Attention to Travel & Entertainment Expenses Spurs Bank Alliances

A growing number of banks and technology companies are offering tools that can help corporations trim their travel and entertainment costs.

International Business Machines Corp. and JPMorgan Chase & Co., for example, struck a partnership to offer an online T&E expense management service that includes transaction analysis, processing and compliance monitoring, and provides clients with detailed transaction histories that they can use to negotiate better prices with suppliers.

The partnership "puts into a single interface travel spending — airline, hotel, car rental, retail and restaurants. It handles any type of spend that travelers put on a corporate card," said Lisa Steury, JPMorgan Chases's executive director for commercial card products.

IBM's Global Expense Reporting Solution, offered through its managed business process services unit, automates T&E processing, including submission, approval, reimbursement and monitoring. It also integrates travel reservation data from a range of booking tools.

As business travel purchases are made, JPMorgan Chase's corporate card transaction data, along with electronic receipt data from travel suppliers, is uploaded to IBM's system and automatically populates expense reports. That can save time in preparing and filing audits and approving expense reports. "A corporation can set parameters based on cities, where guidelines and thresholds can be set for business travelers for travel expense; and make sure that everyone's following these parameters," said Patrick McCarthy, an IBM client unit executive.

JPMorgan Chase's T&E transaction platform can be integrated into other expense management systems from companies such as Concur Technologies Inc. and SAP AG. IBM's reach in the expense management space was a factor in JPMorgan Chase's decision to start the development and marketing alliance, the banking company said.

GERS is available in 85 countries and 35 languages — which JPMorgan Chase says is vital as it looks to serve corporate clients expanding their T&E spending, employee coverage and service area. IBM also has partnerships in the travel booking industry that would allow JPMorgan Chase clients to book and manage hotels and airfare from a single system.

Jim Washburn, a vice president and the leader of the banking consulting practice at CapGemini Financial Services, said the world's top 100 corporations alone spend $10 billion to $11 billion a year on travel and entertainment, which for most companies is one of the top five expenses.
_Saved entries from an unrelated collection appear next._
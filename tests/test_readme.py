"""The README and CI agree: the test command the README gives is the one .ci/run runs."""

from pathlib import Path

ROOT = Path(__file__).resolve().parents[1]


def test_readme_test_command_is_what_ci_runs():
    readme = (ROOT / "README.md").read_text()
    ci = (ROOT / ".ci" / "run").read_text()
    test_line = next(line.strip() for line in ci.splitlines() if "pytest" in line)
    assert test_line in readme
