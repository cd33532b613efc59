"""Level screeding: concrete ponds into the sag (closed form after Ruddy, AISC
Engineering Journal 1986), solved as a linear problem on the station grid.

Check values: the exact solution of EI y'''' = q0 + k y on a simple span, derived by hand below;
the first-mode amplification 1 / (1 - Cc), Cc = k L^4 / (pi^4 EI) (closed form,
tag D); a dense linear solve of the same discrete operator built here column by column.
Units: kip, in. W18X35: Ix = 510 in^4 (AISC Shapes Database v16.0).
"""

from __future__ import annotations

import math
from dataclasses import replace

import numpy as np
import pytest

from engine.construction.evaluate import evaluate_construction
from engine.model.deck import DeckProfile, Slab
from engine.model.inputs import BeamInput, CamberRules, ConstructionSpec, PourStage, StudSpec
from engine.mechanics.ponding import level_deflection, line_load_effects
from engine.construction.pours import bare_sections, pour_plan
from engine.model.shapes import get_shape
from engine.construction.staging import blend, run_stages
from engine.mechanics.statics import UniformLoad, deflection_from_curvature, stations

E = 29_000.0
L = 480.0
W18X35 = get_shape("W18X35")
SLAB = Slab("NW", DeckProfile("3in", 3.0, 7.0, 5.0, 12.0, 2.0), 3.25, 145.0, 4.0, lightweight=False)
GAMMA = 145.0 / 1_728_000.0  # kip/in^3
K = GAMMA * 120.0  # level placement adds gamma_c x s x sag (closed form after Ruddy, AISC Engineering Journal 1986), s = 10 ft
W_TOTAL = (145.0 * 4.75 / 12.0 + 2.0) * 10.0 / 12_000.0 + 35.0 / 12_000.0  # concrete + deck + steel, kip/in


def beam(shape=W18X35, screed: str = "level", camber: CamberRules | None = None, **kw) -> BeamInput:
    spec = ConstructionSpec(screed=screed, camber=camber or CamberRules(do_not_camber="test"), **kw)
    return BeamInput(mark="P-1", shape=shape, span=L, fy=50.0, slab=SLAB, orientation="perpendicular",
                     slab_left=60.0, slab_right=60.0, superimposed_dead_psf=0.0, live_psf=0.0,
                     studs=StudSpec(0.75, 65.0, 5.25, "weak", 30), construction=spec)


def closed_form(x: np.ndarray, q0: float, k: float, ei: float) -> np.ndarray:
    """EI y'''' = q0 + k y, y = y'' = 0 at both ends (hand): with beta^4 = k/EI, xi = x - L/2,
    u = beta L/2, y = (q0/k) [cosh(beta xi)/(2 cosh u) + cos(beta xi)/(2 cos u) - 1]."""
    beta = (k / ei) ** 0.25
    xi, u = x - L / 2, beta * L / 2
    return q0 / k * (np.cosh(beta * xi) / (2 * np.cosh(u)) + np.cos(beta * xi) / (2 * np.cos(u)) - 1)


def test_level_screed_matches_the_closed_form_and_first_mode_amplification():
    r = evaluate_construction(beam())
    ei = E * 510.0
    exact = closed_form(r.x, W_TOTAL, K, ei)
    # the sag under the steel and deck is filled too, so the whole dead load ponds: y = P(q0)
    assert np.allclose(r.wet_deflection[1:-1], exact[1:-1], rtol=5e-4)
    cc = K * L**4 / (math.pi**4 * ei)  # 0.371
    amplification = r.at_midspan(r.wet_deflection) / r.at_midspan(r.no_ponding)
    assert amplification == pytest.approx(1 / (1 - cc), rel=0.01)  # first mode, closed form after Ruddy, AISC EJ 1986
    assert r.at_midspan(r.no_ponding) == pytest.approx(5 * W_TOTAL * L**4 / (384 * ei), rel=1e-5)


def test_level_screed_tends_to_constant_thickness_as_stiffness_grows():
    excess = []
    for factor in (1.0, 10.0, 100.0, 1000.0):
        r = evaluate_construction(beam(shape=replace(W18X35, ix=510.0 * factor)))
        excess.append(r.at_midspan(r.wet_deflection) / r.at_midspan(r.no_ponding) - 1.0)
        cc = K * L**4 / (math.pi**4 * E * 510.0 * factor)
        assert excess[-1] <= 1.05 * cc / (1 - cc)  # first-mode bound (closed form after Ruddy, AISC Engineering Journal 1986)
    assert excess == sorted(excess, reverse=True) and excess[-1] < 5e-4


def dense_operator(x: np.ndarray, ei: float) -> np.ndarray:
    """Column j: deflection under a unit station load at x_j, linear between stations
    (M exact by statics, then M/EI integrated exactly for linear curvature)."""
    cols = []
    for j in range(x.size):
        q = np.zeros_like(x)
        q[j] = 1.0
        cols.append(deflection_from_curvature(x, line_load_effects(x, q)[1] / ei))
    return np.array(cols).T


def test_known_load_pieces_agree_with_a_dense_solve():
    x = stations(L, 101)
    ei = E * 510.0
    k = np.where(x <= 300.0, K, 0.0)
    known = K * (0.6 * np.sin(np.pi * x / L) - 0.2 * (x / L) ** 2) * (x <= 300.0)
    a = dense_operator(x, ei)
    ponding = np.eye(x.size) - a @ np.diag(k)
    q = np.full_like(x, 0.05)
    # no known load: the same operator as engine.mechanics.statics.ponded_deflection (round-off only)
    y = level_deflection(x, L, [UniformLoad(0.05)], np.zeros_like(x), k, ei)
    assert np.allclose(y, np.linalg.solve(ponding, a @ q), rtol=1e-9, atol=1e-12)
    # a known station load enters as 8 pieces plus an unamplified remainder: 1e-4 of the deflection
    y = level_deflection(x, L, [UniformLoad(0.05)], known, k, ei)
    ref = np.linalg.solve(ponding, a @ (q + known))
    assert np.abs(y - ref).max() <= 2e-4 * np.abs(ref).max()


def test_runs_are_linear_in_the_camber():
    b = beam(pours=(PourStage("A", 0, 200), PourStage("B", 200, 480, day=4.0)))
    plan = pour_plan(b)
    sections = bare_sections(b, plan)
    at_zero, at_one = run_stages(plan, sections, 0.0), run_stages(plan, sections, 1.0)
    direct, mixed = run_stages(plan, sections, 0.37), blend(at_zero, at_one, 0.37)
    assert np.allclose(direct.dead, mixed.dead, rtol=1e-9, atol=1e-12)
    assert np.allclose(direct.ponded, mixed.ponded, rtol=1e-9, atol=1e-12)
    assert at_one.ponded.sum() < at_zero.ponded.sum()  # a cambered beam ponds less concrete


def test_ponded_volume_and_average_psf():
    r = evaluate_construction(beam())
    mean_sag = np.trapezoid(r.wet_deflection, r.x) / L  # single stage: concrete depth = final sag
    assert r.ponded_volume == pytest.approx(120.0 * mean_sag * L, rel=1e-6)  # width x sag x length
    assert r.ponding_extra_psf == pytest.approx(145.0 * mean_sag / 12.0, rel=1e-6)
    assert r.ponded_share == pytest.approx(mean_sag / 4.75, rel=1e-6)  # nominal 4.75 in of concrete


def test_pour_stage_screed_overrides_the_beam():
    mixed = evaluate_construction(beam(screed="constant-thickness",
                                       pours=(PourStage("A", 0, 240, screed="level"), PourStage("B", 240, 480))))
    flat = evaluate_construction(beam(screed="constant-thickness"))
    assert mixed.stages[1].ponded_volume > 0.0 and mixed.stages[2].ponded_volume == 0.0
    assert mixed.at_midspan(mixed.wet_deflection) > flat.at_midspan(flat.wet_deflection)
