"""The house rules that a tool can hold: layer contracts (import-linter, configured in
pyproject.toml), no import cycles between modules (imports inside functions count), an engine
that loads none of the edge packages, and clean `ruff check` and strict `mypy` runs (both
configured in pyproject.toml)."""

from __future__ import annotations

import pkgutil
import subprocess
import sys
from pathlib import Path

import grimp
import pytest

import engine

ROOT = Path(__file__).resolve().parents[1]


def test_import_contracts_hold():
    out = subprocess.run([str(Path(sys.executable).with_name("lint-imports")), "--no-cache"], cwd=ROOT,
                         capture_output=True, text=True, check=False)
    assert out.returncode == 0, out.stdout + out.stderr
    assert "BROKEN" not in out.stdout


def _run_tool(name: str, *args: str) -> subprocess.CompletedProcess:
    """Run a console script of this interpreter's environment from the repository root."""
    return subprocess.run([str(Path(sys.executable).with_name(name)), *args], cwd=ROOT, capture_output=True, text=True,
                          check=False)


def test_ruff_check_is_clean():
    """`ruff check engine tests tools` finds nothing (rules in pyproject.toml [tool.ruff]; fieldcomp/ is linted later)."""
    out = _run_tool("ruff", "check", "engine", "tests", "tools")
    assert out.returncode == 0, out.stdout + out.stderr


def test_mypy_strict_is_clean():
    """`mypy` over engine/ finds nothing (strict; files and options in pyproject.toml [tool.mypy])."""
    out = _run_tool("mypy")
    assert out.returncode == 0, out.stdout + out.stderr


def _cycles(graph) -> list[list[str]]:
    """Strongly connected components of more than one module (Tarjan, iterative)."""
    index: dict[str, int] = {}
    low: dict[str, int] = {}
    on_stack: set[str] = set()
    stack: list[str] = []
    found: list[list[str]] = []
    for root in sorted(graph.modules):
        if root in index:
            continue
        work = [(root, iter(sorted(graph.find_modules_directly_imported_by(root))))]
        index[root] = low[root] = len(index)
        stack.append(root)
        on_stack.add(root)
        while work:
            node, children = work[-1]
            child = next(children, None)
            if child is not None:
                if child not in index:
                    index[child] = low[child] = len(index)
                    stack.append(child)
                    on_stack.add(child)
                    work.append((child, iter(sorted(graph.find_modules_directly_imported_by(child)))))
                elif child in on_stack:
                    low[node] = min(low[node], index[child])
                continue
            work.pop()
            if work:
                low[work[-1][0]] = min(low[work[-1][0]], low[node])
            if low[node] == index[node]:
                component = []
                while True:
                    m = stack.pop()
                    on_stack.discard(m)
                    component.append(m)
                    if m == node:
                        break
                if len(component) > 1:
                    found.append(sorted(component))
    return found


def test_no_module_imports_another_in_a_cycle():
    graph = grimp.build_graph("engine", "fieldcomp")
    assert _cycles(graph) == []


def test_cycle_finder_finds_a_cycle():
    graph = grimp.ImportGraph()
    for name in ("a", "b", "c"):
        graph.add_module(name)
    graph.add_import(importer="a", imported="b")
    graph.add_import(importer="b", imported="a")
    graph.add_import(importer="b", imported="c")
    assert _cycles(graph) == [["a", "b"]]


ENGINE_MODULES = sorted(m.name for m in pkgutil.walk_packages(engine.__path__, "engine."))


@pytest.mark.parametrize("module", ENGINE_MODULES)
def test_engine_module_loads_no_edge_package(module):
    """Imported alone in a fresh interpreter, no engine module brings in the job-file, UI or CSV
    packages (the engine is pure computation)."""
    code = (f"import sys, {module}\n"
            "print(','.join(m for m in ('fieldcomp', 'textual', 'rich', 'pydantic', 'tomllib', 'tomlkit', 'tomli_w', "
            "'csv') if m in sys.modules))")
    out = subprocess.run([sys.executable, "-c", code], capture_output=True, text=True, check=True).stdout
    assert out.strip() == ""


def _all_modules() -> list[str]:
    import fieldcomp

    found = []
    for package in (engine, fieldcomp):
        found += [m.name for m in pkgutil.walk_packages(package.__path__, package.__name__ + ".")]
    return sorted(found)


def test_every_error_is_a_fieldcomp_error_named_error():
    """One base class for the errors fieldcomp raises on purpose; each subclass says it is an error."""
    import importlib
    import inspect

    from engine.model.errors import FieldcompError

    errors = []
    for name in _all_modules():
        module = importlib.import_module(name)
        errors += [cls for _, cls in inspect.getmembers(module, inspect.isclass)
                   if issubclass(cls, BaseException) and cls.__module__ == name]
    assert len(errors) >= 8
    for cls in errors:
        assert issubclass(cls, FieldcompError), cls
        assert cls.__name__.endswith("Error"), cls


def test_no_source_cites_a_file_users_do_not_have():
    """What users read cites published sources only: no module, test or job names a notes file
    outside this repository (reports once printed such a citation; tests cite the publication)."""
    names = ("REFERENCE" + ".md", "DESIGN" + ".md")  # spelt apart so this test does not name them itself
    offenders = [str(p.relative_to(ROOT)) for folder in ("engine", "fieldcomp", "tests", "tools", "jobs")
                 for p in (ROOT / folder).rglob("*")
                 if p.suffix in (".py", ".tcss", ".toml", ".json")
                 and any(name in p.read_text(encoding="utf-8") for name in names)]
    assert offenders == []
The recession made containing that expense a bigger priority, and Washburn said deals such as the JPMorgan Chase-IBM partnership can leverage the bank's purchasing data as part of a compliance service that matches transactions to business rules for auditing and approval of expense reports.

The partnership could provide some buzz around IBM and JPMorgan Chase as the banking company tries to gain share in a complex field that includes companies like SAP, Concur, American Express Co., Visa Inc. and MasterCard Inc. Amex offers a suite of products that provide customized reports of T&E spending on its corporate cards for employees and executives. American Express also acts as a consultant, and promises a specific T&E expense reduction for corporate clients — and refunds the difference if the actual savings don't measure up.

Like JPMorgan Chase and IBM, Amex sells itself as a globe-trotter. "The solution runs on our own platform, and having a truly global platform allow us to offer a very similar solution globally, which is important to clients that are operating in global markets," said Lydia Schulz, an Amex vice president.

Amex has not partnered with any U.S. banks, but it did form a partnership to use Concur's s expense reporting tools for T&E spending analysis.

Concur, which has 11,000 corporate clients, aggregates travel data to match receipts to a client's policy. It recently came out with applications that let corporate travelers book and manage travel expense with smart phones. "Travelers can use the mobile phone to take a picture of a receipt, for example, and that information will be loaded into" the Concur system, said Christopher Juneau, a senior director for Concur.